(Records contained in a dataset)
import { ChangeDetectionStrategy, Component, inject } from '@angular/core';
import { MatButtonModule } from '@angular/material/button';
import { MAT_DIALOG_DATA, MatDialogModule } from '@angular/material/dialog';
import { MatIconModule } from '@angular/material/icon';
import type { RunEdit } from '../../../shared/runs';
import type { Outcome, Run } from '../studies/study-types';
import { cellText, type CellSpec } from './run-cells';

/** A stale per-cell save (409): what I typed against what is stored now. */
export interface CellConflict {
  runCode: string;
  column: string;
  /** The value shown before I typed (what my edit was based on). */
  before: string;
  mine: string;
  /** The value stored now, written by someone else since I loaded the sheet. */
  theirs: string;
  /** My edit again, based on the current version: what "Apply mine" sends. */
  retry: RunEdit;
}

/**
 * Builds the conflict from the run as the server holds it now. Returns null when the other change
 * already holds exactly what I typed: then nothing is lost by adopting it, and no dialog is needed.
 */
export function cellConflict(spec: CellSpec, edit: RunEdit, before: string, mine: string, current: Run, outcomes: Outcome[]): CellConflict | null {
  const theirs = cellText(spec, current, outcomes);
  if (theirs === mine.trim()) return null;
  return { runCode: current.code, column: spec.label, before, mine: mine.trim(), theirs, retry: { ...edit, version: current.version } };
}

export type ConflictChoice = 'theirs' | 'mine';

/** Shows both values side by side; nothing is overwritten until the user picks. */
@Component({
  selector: 'sm-conflict-dialog',
  changeDetection: ChangeDetectionStrategy.OnPush,
  imports: [MatDialogModule, MatButtonModule, MatIconModule],
  template: `
    <h2 mat-dialog-title><mat-icon class="warn">sync_problem</mat-icon> Changed by someone else</h2>
    <mat-dialog-content>
      <p>
        Run <strong>{{ c.runCode }}</strong>, column <strong>{{ c.column }}</strong>, was changed after you loaded the sheet.
        Your value was not saved.
      </p>
      <dl class="compare" data-testid="conflict">
        <dt>When you loaded the sheet</dt>
        <dd>{{ c.before || '(empty)' }}</dd>
        <dt>Stored now</dt>
        <dd data-testid="conflict-theirs">{{ c.theirs || '(empty)' }}</dd>
        <dt>You typed</dt>
        <dd data-testid="conflict-mine">{{ c.mine || '(empty)' }}</dd>
      </dl>
    </mat-dialog-content>
    <mat-dialog-actions align="end">
      <button mat-button [mat-dialog-close]="'theirs'">Keep the stored value</button>
      <button mat-flat-button [mat-dialog-close]="'mine'">Replace with mine</button>
    </mat-dialog-actions>
  `,
  styles: `
    .warn {
      vertical-align: middle;
      color: var(--mat-sys-error);
    }
    .compare {
      display: grid;
      grid-template-columns: max-content 1fr;
      gap: 6px 16px;
      dt {
        color: var(--mat-sys-on-surface-variant);
      }
      dd {
        margin: 0;
        font-weight: 500;
      }
    }
  `,
})
export class ConflictDialog {
  protected readonly c = inject<CellConflict>(MAT_DIALOG_DATA);
}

Task details
Print precisely the lines from the one with "user picks. */" through the end of the data above, adding nothing.

Result
/** Shows both values side by side; nothing is overwritten until the user picks. */
@Component({
  selector: 'sm-conflict-dialog',
  changeDetection: ChangeDetectionStrategy.OnPush,
  imports: [MatDialogModule, MatButtonModule, MatIconModule],
  template: `
    <h2 mat-dialog-title><mat-icon class="warn">sync_problem</mat-icon> Changed by someone else</h2>
    <mat-dialog-content>
      <p>
        Run <strong>{{ c.runCode }}</strong>, column <strong>{{ c.column }}</strong>, was changed after you loaded the sheet.
        Your value was not saved.
      </p>
      <dl class="compare" data-testid="conflict">
        <dt>When you loaded the sheet</dt>
        <dd>{{ c.before || '(empty)' }}</dd>
        <dt>Stored now</dt>
        <dd data-testid="conflict-theirs">{{ c.theirs || '(empty)' }}</dd>
        <dt>You typed</dt>
        <dd data-testid="conflict-mine">{{ c.mine || '(empty)' }}</dd>
      </dl>
    </mat-dialog-content>
    <mat-dialog-actions align="end">
      <button mat-button [mat-dialog-close]="'theirs'">Keep the stored value</button>
      <button mat-flat-button [mat-dialog-close]="'mine'">Replace with mine</button>
    </mat-dialog-actions>
  `,
  styles: `
    .warn {
      vertical-align: middle;
      color: var(--mat-sys-error);
    }
    .compare {
      display: grid;
      grid-template-columns: max-content 1fr;
      gap: 6px 16px;
      dt {
        color: var(--mat-sys-on-surface-variant);
      }
      dd {
        margin: 0;
        font-weight: 500;
      }
    }
  `,
})
export class ConflictDialog {
  protected readonly c = inject<CellConflict>(MAT_DIALOG_DATA);
}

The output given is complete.